The only thing annoying about that last one is I don’t think Yeimar actually needed to do that in order to gain an advantage. Masquera is very clearly trying to cut Yeimar off from going near post, which is why he cuts in front. But if Yeimar had used a less physical method to cut to the far post, he’d probably have been just as open. Either way, it was a great ball from Morris…

Going back to the Club World Cup

Yes, you read that right: The Sounders have already qualified for the 2025 Club World Cup. Concacaf made the news official on Tuesday, shortly after FIFA unveiled the qualification process for what is planned to be the first of a new quadrennial format that features a whopping 32 teams. Those teams mostly qualify through their respective champions leagues with the winners from 2021-24 earning automatic spots.

The Sounders, as you may remember, won the 2022 edition of the CCL and now get a second shot at this tournament.

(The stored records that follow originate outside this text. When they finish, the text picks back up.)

import { Bar, BarChart, CartesianGrid, LabelList, Legend, Tooltip, XAxis, YAxis } from 'recharts';
import { formatMoney } from '~/lib/money';
import { compactMoney, editionLabel } from '~/lib/sales';

/** The colours come from the page's own palette, so the charts follow light and dark mode. */
const INK = 'rgb(var(--ink))';
const SOFT = 'rgb(var(--ink-soft))';
const EMBER = 'rgb(var(--ember))';
const RULE = 'rgb(var(--rule))';
const RAISED = 'rgb(var(--paper-raised))';

export interface MonthDatum { month: string; label: string; longLabel: string; licences: number; prints: number; refunds: number; shippingRefunds: number }
export interface WorkDatum { slug: string; title: string; revenue: number; licences: number; prints: number }
export interface EditionDatum { name: string; work: string; size: string; sold: number; total: number; artistProofs: number; percent: number }

type Props =
  | { kind: 'revenue'; currency: string; title: string; summary: string; data: MonthDatum[] }
  | { kind: 'refunds'; currency: string; title: string; summary: string; data: MonthDatum[] }
  | { kind: 'works'; currency: string; title: string; summary: string; data: WorkDatum[] }
  | { kind: 'editions'; title: string; summary: string; data: EditionDatum[] };

const axisTick = { fill: SOFT, fontSize: 12 };
const tooltipStyle = {
  contentStyle: { background: RAISED, border: `1px solid ${RULE}`, borderRadius: 2, color: INK, fontSize: 13 },
  labelStyle: { color: INK, fontWeight: 600, marginBottom: 4 },
  itemStyle: { color: INK, padding: 0 },
  cursor: { fill: RULE, fillOpacity: 0.35 },
  separator: ': ',
};

/** One chart of Studio → Sales (recharts). The numbers are also in a table beside it on the page. */
export default function SalesChart(props: Props) {
  const common = { title: props.title, desc: props.summary, responsive: true, accessibilityLayer: true } as const;

  if (props.kind === 'revenue' || props.kind === 'refunds') {
    const { currency } = props;
    const money = (v: unknown) => formatMoney(Number(v), currency);
    const byLabel = new Map(props.data.map((d) => [d.label, d.longLabel]));
    return (
      <BarChart {...common} data={props.data} style={{ width: '100%', height: props.kind === 'revenue' ? 300 : 200 }} margin={{ top: 8, right: 8, bottom: 0, left: 0 }}>
        <CartesianGrid vertical={false} stroke={RULE} />
        <XAxis dataKey="label" tick={axisTick} tickLine={false} axisLine={{ stroke: RULE }} minTickGap={4} />
        <YAxis tick={axisTick} tickLine={false} axisLine={false} width={60} tickFormatter={(v: number) => compactMoney(v, currency)} allowDecimals={false} />
        <Tooltip {...tooltipStyle} formatter={(v) => money(v)} labelFormatter={(label) => byLabel.get(String(label)) ?? String(label)} />
        {props.kind === 'revenue' ? (
          <>
            <Legend wrapperStyle={{ fontSize: 13, color: INK }} iconType="square" />
            <Bar dataKey="licences" name="Licences" stackId="gross" fill={INK} maxBarSize={48} />
            <Bar dataKey="prints" name="Prints" stackId="gross" fill={EMBER} maxBarSize={48} />
          </>
        ) : (
          <Bar dataKey="refunds" name="Refunds (goods)" fill={SOFT} maxBarSize={48} />
        )}
      </BarChart>
    );
  }

  if (props.kind === 'works') {
    const { currency } = props;
    const height = 40 + props.data.length * 34;
    // Works are told apart by slug (two works may share a title); the axis shows the title.
    const titleOf = new Map(props.data.map((d) => [d.slug, d.title]));
    return (
      <BarChart {...common} layout="vertical" data={props.data} style={{ width: '100%', height }} margin={{ top: 0, right: 24, bottom: 0, left: 0 }}>
        <CartesianGrid horizontal={false} stroke={RULE} />
        <XAxis type="number" tick={axisTick} tickLine={false} axisLine={{ stroke: RULE }} tickFormatter={(v: number) => compactMoney(v, currency)} allowDecimals={false} />
        <YAxis
          type="category"
          dataKey="slug"
          tickLine={false}
          axisLine={false}
          width={172}
          interval={0}
          tick={(tick: { x: number | string; y: number | string; payload: { value: string } }) => {
            // One line per work: a long title is shortened, and the table below has it in full.
            const title = titleOf.get(tick.payload.value) ?? tick.payload.value;
            const short = title.length > 26 ? `${title.slice(0, 25).trimEnd()}…` : title;
            return (
              <text x={tick.x} y={tick.y} textAnchor="end" dominantBaseline="central" fontSize={12} fill={SOFT}>
                <title>{title}</title>
                {short}
              </text>
            );
          }}
        />
        <Tooltip
          {...tooltipStyle}
          formatter={(v, _name, item) => {
            const d = item.payload as WorkDatum;
            return [`${formatMoney(Number(v), currency)} · ${d.licences} licence${d.licences === 1 ? '' : 's'}, ${d.prints} print${d.prints === 1 ? '' : 's'}`, 'Revenue'];
          }}
          labelFormatter={(slug) => titleOf.get(String(slug)) ?? String(slug)}
        />
        <Bar dataKey="revenue" name="Revenue" fill={EMBER} maxBarSize={22} />
      </BarChart>
    );
  }

  const height = 40 + props.data.length * 38;
  const byName = new Map(props.data.map((d) => [d.name, d]));
  return (
    <BarChart {...common} layout="vertical" data={props.data} style={{ width: '100%', height }} margin={{ top: 0, right: 72, bottom: 0, left: 0 }}>
      <CartesianGrid horizontal={false} stroke={RULE} />
      <XAxis type="number" domain={[0, 100]} ticks={[0, 25, 50, 75, 100]} tick={axisTick} tickLine={false} axisLine={{ stroke: RULE }} tickFormatter={(v: number) => `${v}%`} />
      <YAxis
        type="category"
        dataKey="name"
        tickLine={false}
        axisLine={false}
        width={160}
        interval={0}
        tick={(tick: { x: number | string; y: number | string; payload: { value: string } }) => {
          // Two lines, the work above its size, so long titles never run into the next row.
          const d = byName.get(tick.payload.value);
          return (
            <text x={tick.x} y={tick.y} textAnchor="end" fontSize={12}>
              <tspan x={tick.x} dy="-0.25em" fill={INK}>{d?.work ?? tick.payload.value}</tspan>
              <tspan x={tick.x} dy="1.2em" fill={SOFT}>{d?.size ?? ''}</tspan>
            </text>
          );
        }}
      />
      <Tooltip
        {...tooltipStyle}
        formatter={(_v, _name, item) => {
          const d = item.payload as EditionDatum;
          return [`${editionLabel(d.sold, d.total, d.artistProofs)} sold (${d.percent}%)`, 'Numbers'];
        }}
      />
      <Bar dataKey="percent" name="Sold" fill={INK} maxBarSize={18} background={{ fill: RULE, fillOpacity: 0.4 }}>
        <LabelList
          dataKey="sold"
          position="right"
          content={(label) => {
            const { x, y, width, height: h, index } = label as { x: number; y: number; width: number; height: number; index: number };
            const d = props.data[index]!;
            return (
              <text x={Number(x) + Number(width) + 6} y={Number(y) + Number(h) / 2} dominantBaseline="central" fill={SOFT} fontSize={12}>
                {editionLabel(d.sold, d.total, d.artistProofs)}
              </text>
            );
          }}
        />
      </Bar>
    </BarChart>
  );
}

Unlike the Club World Cup in which they just played that felt like a preseason tournament, this one will apparently have all the trappings of a proper competition. The expectation is that there will be eight groups of four teams and one or two teams will advance from each group and then go onto the knockout stage. There’s probably going to be 6-8 representatives from Europe in this thing and that means the Sounders will likely have at least one world power in that group.

They’ve already said this tournament will be held during the June-July international window and my hope is that it runs concurrently with Leagues Cup, with the Sounders and any other MLS or Liga MX team simply being excused.

It also seems like there’s a pretty decent chance that this new Club World Cup is used as a sort of dry run for the 2026 World Cup, maybe even concentrating it in an area with several host cities. I’d like to humbly suggest just staging the entire thing on the West Coast with Vancouver, the Bay Area, Los Angeles, Guadalajara and, say, Seattle hosting games.